Stored data entries:
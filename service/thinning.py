"""Signs of life, thinned where they arise: nobody sees a hundred iterations in a second, but each one costs its way."""

from __future__ import annotations

import math
import time
from collections.abc import Callable
from typing import Any

INTERVAL = 1 / 15
"""Seconds between two iterations that are passed on: what a page can show."""

Report = Callable[[dict[str, Any]], None]


def thinned(report: Report) -> Report:
    """Passes events on to `report`: of the iterations so many per second, and the last one before any other event."""
    passed = -math.inf
    held: dict[str, Any] | None = None

    def tell(event: dict[str, Any]) -> None:
        nonlocal passed, held
        now = time.monotonic()
        if event["kind"] == "iteration" and now - passed < INTERVAL:
            held = event
            return
        if held is not None and event["kind"] != "iteration":
            report(held)
        held, passed = None, now
        report(event)

    return tell
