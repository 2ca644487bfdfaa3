"""The OpenAPI document: what the routes say of themselves, with the problem document and the failures added."""

from __future__ import annotations

from typing import Any

from fastapi import FastAPI
from fastapi.openapi.utils import get_openapi

from service.errors import PROBLEM_JSON, TYPES

OPENAPI_VERSION = "3.2.0"
INTRODUCTION = (
    "Post a problem document, get a verified curve with its evidence, its tables and a permanent address. Every "
    "failure is a problem document (RFC 9457) that says what is wrong, where, and what would be right; the outcome of "
    "a solve, also an infeasible one, is never a failure of the request."
)
_REF = "#/components/schemas/"

PROBLEM_BODY: dict[str, Any] = {
    "requestBody": {
        "required": True,
        "description": "A problem document, format 1.",
        "content": {"application/json": {"schema": {"$ref": f"{_REF}Document"}}},
    }
}
"""`openapi_extra` of the operations that take a problem document."""


def shape(name: str, meaning: str = "Successful answer") -> dict[str, Any]:
    """One entry of `responses`: a JSON answer of the shape `name` of `service.schemas`.

    Only its name is kept: from a model the framework builds a validator at start, which costs a tenth of a second.
    """
    return {"description": meaning, "content": {"application/json": {"schema": {"$ref": f"{_REF}{name}"}}}}


def leading_on(response: dict[str, Any], *operations: str) -> dict[str, Any]:
    """The entry with links: the `id` of its answer is the parameter of these operations."""
    parameters = {"id": "$response.body#/id"}
    return {**response, "links": {name: {"operationId": name, "parameters": parameters} for name in operations}}


def failures(*names: str) -> dict[int | str, dict[str, Any]]:
    """`responses` for these problem types, in their order; those of one status are listed together."""
    found: dict[int | str, dict[str, Any]] = {}
    for name in names:
        kind = TYPES[name]
        if kind.status in found:
            found[kind.status]["description"] += f" {kind.title}."
        else:
            content = {PROBLEM_JSON: {"schema": {"$ref": f"{_REF}ProblemDetails"}}}
            found[kind.status] = {"description": f"{kind.title}.", "content": content}
    return found


REFUSALS = ("json", "too-large", "media-type", "schema", "names", "formulas", "units", "conditions", "size")


def describe(app: FastAPI) -> None:
    """Give `app` its OpenAPI document; made when it is first asked for."""

    def openapi() -> dict[str, Any]:
        if app.openapi_schema is None:
            app.openapi_schema = _description(app)
        return app.openapi_schema

    app.openapi = openapi  # type: ignore[method-assign]


def _description(app: FastAPI) -> dict[str, Any]:
    description = get_openapi(
        title=app.title,
        version=app.version,
        openapi_version=OPENAPI_VERSION,
        description=INTRODUCTION,
        routes=app.routes,
    )
    schemas = description.setdefault("components", {}).setdefault("schemas", {})
    schemas.update(_schemas())
    for name in ("HTTPValidationError", "ValidationError"):  # the framework's own, which is never answered
        schemas.pop(name, None)
    for methods in description["paths"].values():
        for operation in methods.values():
            if "422" in operation["responses"]:
                operation["responses"]["422"].update(failures("parameters")[422] if _bare(operation) else {})
    return description


def _schemas() -> dict[str, Any]:
    """Every document that goes in or comes out; loaded only for this."""
    from service.schemas import reading, result, runs
    from service.spec import Document
    from service.spec.schema import problem_schema

    found: dict[str, Any] = {}
    answers = (runs.Run, runs.RunPage, result.ResultDocument, runs.Readiness, runs.ProblemDetails)
    for model in (Document, reading.ReadingDocument, *answers):
        schema = model.model_json_schema(by_alias=True, ref_template=_REF + "{model}")
        found.update(schema.pop("$defs", {}))
        found[model.__name__] = schema
    found["Document"]["examples"] = problem_schema()["examples"]
    return found


def _bare(operation: dict[str, Any]) -> bool:
    """True where the framework put its own 422 in."""
    content = operation["responses"]["422"].get("content", {})
    return "HTTPValidationError" in str(content)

> Work required: Exactly the lines from the one that holds "def _description(app: FastAPI)" through the final line of the records above should be written out, and only those.

> Task response:
def _description(app: FastAPI) -> dict[str, Any]:
    description = get_openapi(
        title=app.title,
        version=app.version,
        openapi_version=OPENAPI_VERSION,
        description=INTRODUCTION,
        routes=app.routes,
    )
    schemas = description.setdefault("components", {}).setdefault("schemas", {})
    schemas.update(_schemas())
    for name in ("HTTPValidationError", "ValidationError"):  # the framework's own, which is never answered
        schemas.pop(name, None)
    for methods in description["paths"].values():
        for operation in methods.values():
            if "422" in operation["responses"]:
                operation["responses"]["422"].update(failures("parameters")[422] if _bare(operation) else {})
    return description


def _schemas() -> dict[str, Any]:
    """Every document that goes in or comes out; loaded only for this."""
    from service.schemas import reading, result, runs
    from service.spec import Document
    from service.spec.schema import problem_schema

    found: dict[str, Any] = {}
    answers = (runs.Run, runs.RunPage, result.ResultDocument, runs.Readiness, runs.ProblemDetails)
    for model in (Document, reading.ReadingDocument, *answers):
        schema = model.model_json_schema(by_alias=True, ref_template=_REF + "{model}")
        found.update(schema.pop("$defs", {}))
        found[model.__name__] = schema
    found["Document"]["examples"] = problem_schema()["examples"]
    return found


def _bare(operation: dict[str, Any]) -> bool:
    """True where the framework put its own 422 in."""
    content = operation["responses"]["422"].get("content", {})
    return "HTTPValidationError" in str(content)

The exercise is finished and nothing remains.